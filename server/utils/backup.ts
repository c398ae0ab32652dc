/**
 * A household's backup: one JSON file with every row the household owns, table by table as
 * PostgreSQL stores it (row_to_json, so timestamps, dates, jsonb and doubles come back exactly),
 * and its photos' bytes in base64. JSON rather than an archive: one file a person can open and
 * check, no packing library, and a household's season is a few megabytes.
 *
 * Imports are explicit (no Nitro auto-imports), so the restore command (scripts/) loads this too.
 */
import { readFileSync } from 'node:fs'
import { join } from 'node:path'
import { sql, type SQL } from 'drizzle-orm'
import type { Storage } from 'unstorage'
import * as t from '~~/server/database/schema'
import { REFERENCE_VERSION } from '~~/server/database/seed/reference'
import { serverNow } from './clock'
import { migrationsFolder, type Db, type Database } from './database'
import { householdTables, keyColumns, tableName, userColumns } from './backupTables'

export const BACKUP_FORMAT = 'shelfstead-household-backup'
export const BACKUP_FORMAT_VERSION = 1

type Row = Record<string, unknown>

export interface HouseholdBackup {
  format: typeof BACKUP_FORMAT
  formatVersion: number
  madeAt: string
  /** The last database migration applied where it was made. */
  migration: { tag: string, when: number }
  referenceVersion: number
  household: { id: string, name: string }
  /** SQL table name → rows, columns by their SQL names. */
  tables: Record<string, Row[]>
  photos: Array<{ storageKey: string, base64: string }>
  /** Photo rows whose file was already missing from storage where the backup was made. */
  photosMissing: string[]
}

/** A restore that must not go ahead; the message says why and what to do. Nothing was changed. */
export class RestoreRefused extends Error {}

async function rows(db: Db, query: SQL): Promise<Row[]> {
  const result = await db.execute(query) as unknown as { rows: Row[] }
  return result.rows
}

/** The journal entry of the newest migration applied to this database. */
export async function currentMigration(db: Db): Promise<{ tag: string, when: number }> {
  const journal = JSON.parse(readFileSync(join(migrationsFolder(), 'meta', '_journal.json'), 'utf8')) as { entries: Array<{ tag: string, when: number }> }
  const [last] = await rows(db, sql`select created_at from drizzle.__drizzle_migrations order by created_at desc limit 1`)
  const when = Number(last?.created_at)
  const entry = journal.entries.find(e => e.when === when)
  return { tag: entry?.tag ?? 'unknown', when }
}

async function referenceVersionOf(db: Db): Promise<number> {
  const [row] = await rows(db, sql`select version from reference_data where name = 'published'`)
  return Number(row?.version ?? REFERENCE_VERSION)
}

function scopeFilter(scope: string, householdId: string, memberIds: string[]): SQL {
  switch (scope) {
    case 'household': return sql`id = ${householdId}`
    case 'houseRecipe': return sql`recipe_id in (select id from recipes where household_id = ${householdId})`
    case 'members': return memberIds.length ? sql`id in (${sql.join(memberIds.map(id => sql`${id}::uuid`), sql`, `)})` : sql`false`
    default: return sql`household_id = ${householdId}`
  }
}

/**
 * Everything the household owns. Members' accounts come with their password hashes, so each
 * member signs in on the restored site as before (the file is as private as the database:
 * owners only). A site admin's rights are the site's, not the household's: is_admin is false.
 * A person who has left keeps their account out of the file, and the rows naming them name
 * nobody, as when an account is deleted.
 */
export async function exportHousehold(database: Database, householdId: string, storage: Storage): Promise<HouseholdBackup> {
  return database.transaction(async (tx) => {
    await tx.execute(sql`set transaction isolation level repeatable read`)
    await tx.execute(sql`set local time zone 'UTC'`)
    const members = (await rows(tx, sql`select user_id from memberships where household_id = ${householdId}`)).map(r => String(r.user_id))
    const memberSet = new Set(members)
    const tables: Record<string, Row[]> = {}
    for (const { table, scope } of householdTables) {
      const name = tableName(table)
      const order = sql.join(keyColumns(table).map(c => sql.identifier(c)), sql`, `)
      const found = await rows(tx, sql`select row_to_json(r) as row from ${sql.identifier(name)} r where ${scopeFilter(scope, householdId, members)} order by ${order}`)
      const userCols = userColumns(table)
      tables[name] = found.map(({ row }) => {
        const copy = { ...(row as Row) }
        for (const col of userCols) if (copy[col] !== null && !memberSet.has(String(copy[col]))) copy[col] = null
        if (name === 'users') copy.is_admin = false
        return copy
      })
    }
    const photos: HouseholdBackup['photos'] = []
    const photosMissing: string[] = []
    for (const photo of tables.load_photos ?? []) {
      const key = String(photo.storage_key)
      const raw = await storage.getItemRaw(key)
      if (raw) photos.push({ storageKey: key, base64: Buffer.from(raw as ArrayBuffer).toString('base64') })
      else photosMissing.push(key)
    }
    const household = tables.households![0]!
    return {
      format: BACKUP_FORMAT,
      formatVersion: BACKUP_FORMAT_VERSION,
      madeAt: serverNow().toISOString(),
      migration: await currentMigration(tx),
      referenceVersion: await referenceVersionOf(tx),
      household: { id: String(household.id), name: String(household.name) },
      tables,
      photos,
      photosMissing,
    }
  })
}

/** Refuse a file this site cannot restore exactly; the message names what does not fit. */
async function checkFile(db: Db, file: HouseholdBackup) {
  if (!file || typeof file !== 'object' || file.format !== BACKUP_FORMAT) {
    throw new RestoreRefused('This file is not a Shelfstead household backup (its "format" is not shelfstead-household-backup).')
  }
  if (!Number.isInteger(file.formatVersion) || file.formatVersion < 1) throw new RestoreRefused('This backup has no valid formatVersion; it cannot be read.')
  if (file.formatVersion > BACKUP_FORMAT_VERSION) {
    throw new RestoreRefused(`This backup is format ${file.formatVersion}, made by a newer Shelfstead; this site reads format ${BACKUP_FORMAT_VERSION}. Update this site first.`)
  }
  const here = await currentMigration(db)
  if (!(file.migration?.when <= here.when)) {
    throw new RestoreRefused(`This backup was made at database migration ${file.migration?.tag ?? 'unknown'}, newer than this site's ${here.tag}. Update this site first.`)
  }
  const reference = await referenceVersionOf(db)
  if (!(file.referenceVersion <= reference)) {
    throw new RestoreRefused(`This backup names reference data version ${file.referenceVersion}; this site has version ${reference}. Update this site first.`)
  }
  const known = new Set(householdTables.map(h => tableName(h.table)))
  const unknown = Object.keys(file.tables ?? {}).filter(name => !known.has(name))
  if (unknown.length || !file.tables?.households?.length) {
    throw new RestoreRefused(unknown.length ? `This backup has tables this site does not know: ${unknown.join(', ')}.` : 'This backup holds no household.')
  }
}

/**
 * Which accounts of the file the site already has. The same person (same id and e-mail) is
 * kept as they are, password included, and the household joins them: exact, because every row
 * names them by that id. An e-mail taken by another account, or an id with another e-mail,
 * cannot be made exact and is refused.
 */
async function matchAccounts(db: Db, users: Row[]) {
  const reused: string[] = []
  const clashes: string[] = []
  for (const user of users) {
    const [byEmail] = await rows(db, sql`select id, email from users where lower(email) = lower(${String(user.email)})`)
    const [byId] = await rows(db, sql`select id, email from users where id = ${String(user.id)}`)
    if (byEmail && byId && byEmail.id === byId.id) reused.push(String(user.email))
    else if (byEmail || byId) clashes.push(String(user.email))
  }
  return { reused, clashes }
}

export interface RestoreReport {
  household: { id: string, name: string }
  rows: Record<string, number>
  photos: number
  /** Accounts the site already had (the same people): kept as they were. */
  reusedAccounts: string[]
}

/** Put a household backup into this site, in one transaction; refuses (and changes nothing) when it clashes. */
export async function restoreHousehold(database: Database, file: HouseholdBackup, storage: Storage): Promise<RestoreReport> {
  await checkFile(database, file)
  const { id, name } = file.household
  const [existing] = await rows(database, sql`select name from households where id = ${id}`)
  if (existing) {
    throw new RestoreRefused(`This site already has the household “${String(existing.name)}” (id ${id}). A backup is restored only into a site without that household; nothing was changed.`)
  }
  const users = file.tables.users ?? []
  const { reused, clashes } = await matchAccounts(database, users)
  if (clashes.length) {
    throw new RestoreRefused(`This site already has a different account with the e-mail ${clashes.join(', ')}. Restore into a site without those accounts, or remove them first; nothing was changed.`)
  }
  const written: string[] = []
  try {
    for (const photo of file.photos ?? []) {
      await storage.setItemRaw(photo.storageKey, Buffer.from(photo.base64, 'base64'))
      written.push(photo.storageKey)
    }
    const counts: Record<string, number> = {}
    await database.transaction(async (tx) => {
      for (const { table } of householdTables) {
        const tname = tableName(table)
        const all = file.tables[tname] ?? []
        const list = tname === 'users' ? all.filter(u => !reused.includes(String(u.email))) : all
        counts[tname] = all.length
        if (!list.length) continue
        const columns = sql.join([...new Set(list.flatMap(r => Object.keys(r)))].map(c => sql.identifier(c)), sql`, `)
        const overriding = tname === tableName(t.dayEvents) ? sql`overriding system value` : sql``
        await tx.execute(sql`insert into ${sql.identifier(tname)} (${columns}) ${overriding}
          select ${columns} from json_populate_recordset(null::${sql.identifier(tname)}, ${JSON.stringify(list)}::json)`)
      }
      // Day events are ordered by a site-wide sequence: later events must come after the restored ones.
      await tx.execute(sql`select setval(pg_get_serial_sequence('day_events', 'seq'), greatest((select coalesce(max(seq), 1) from day_events), (select last_value from day_events_seq_seq)))`)
    })
    return { household: { id, name }, rows: counts, photos: written.length, reusedAccounts: reused }
  }
  catch (error) {
    for (const key of written) await storage.removeItem(key).catch(() => {})
    if (error instanceof RestoreRefused) throw error
    const e = error as { message?: string, detail?: string, cause?: { message?: string, detail?: string } }
    const why = e.cause?.detail ?? e.detail ?? e.cause?.message ?? e.message
    throw new RestoreRefused(`The backup could not be put in this site's database (${why}); nothing was changed.`)
  }
}

/** "shelfstead-backup-quill-pantry-2026-12-04.json": the household and the day it was made. */
export function backupFileName(backup: Pick<HouseholdBackup, 'household' | 'madeAt'>): string {
  const slug = backup.household.name.toLowerCase().normalize('NFKD').replace(/[^a-z0-9]+/g, '-').replace(/^-|-$/g, '') || 'household'
  return `shelfstead-backup-${slug.slice(0, 40)}-${backup.madeAt.slice(0, 10)}.json`
}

┄┄┄┄┄┄

* How to complete this task *
Copy every line of the records above, starting with the first, up to and including the line containing "keyColumns, tableName, userColumns".

* Finished task *
filename server/utils/backup.ts
repository c398ae0ab32652dc
/**
 * A household's backup: one JSON file with every row the household owns, table by table as
 * PostgreSQL stores it (row_to_json, so timestamps, dates, jsonb and doubles come back exactly),
 * and its photos' bytes in base64. JSON rather than an archive: one file a person can open and
 * check, no packing library, and a household's season is a few megabytes.
 *
 * Imports are explicit (no Nitro auto-imports), so the restore command (scripts/) loads this too.
 */
import { readFileSync } from 'node:fs'
import { join } from 'node:path'
import { sql, type SQL } from 'drizzle-orm'
import type { Storage } from 'unstorage'
import * as t from '~~/server/database/schema'
import { REFERENCE_VERSION } from '~~/server/database/seed/reference'
import { serverNow } from './clock'
import { migrationsFolder, type Db, type Database } from './database'
import { householdTables, keyColumns, tableName, userColumns } from './backupTables'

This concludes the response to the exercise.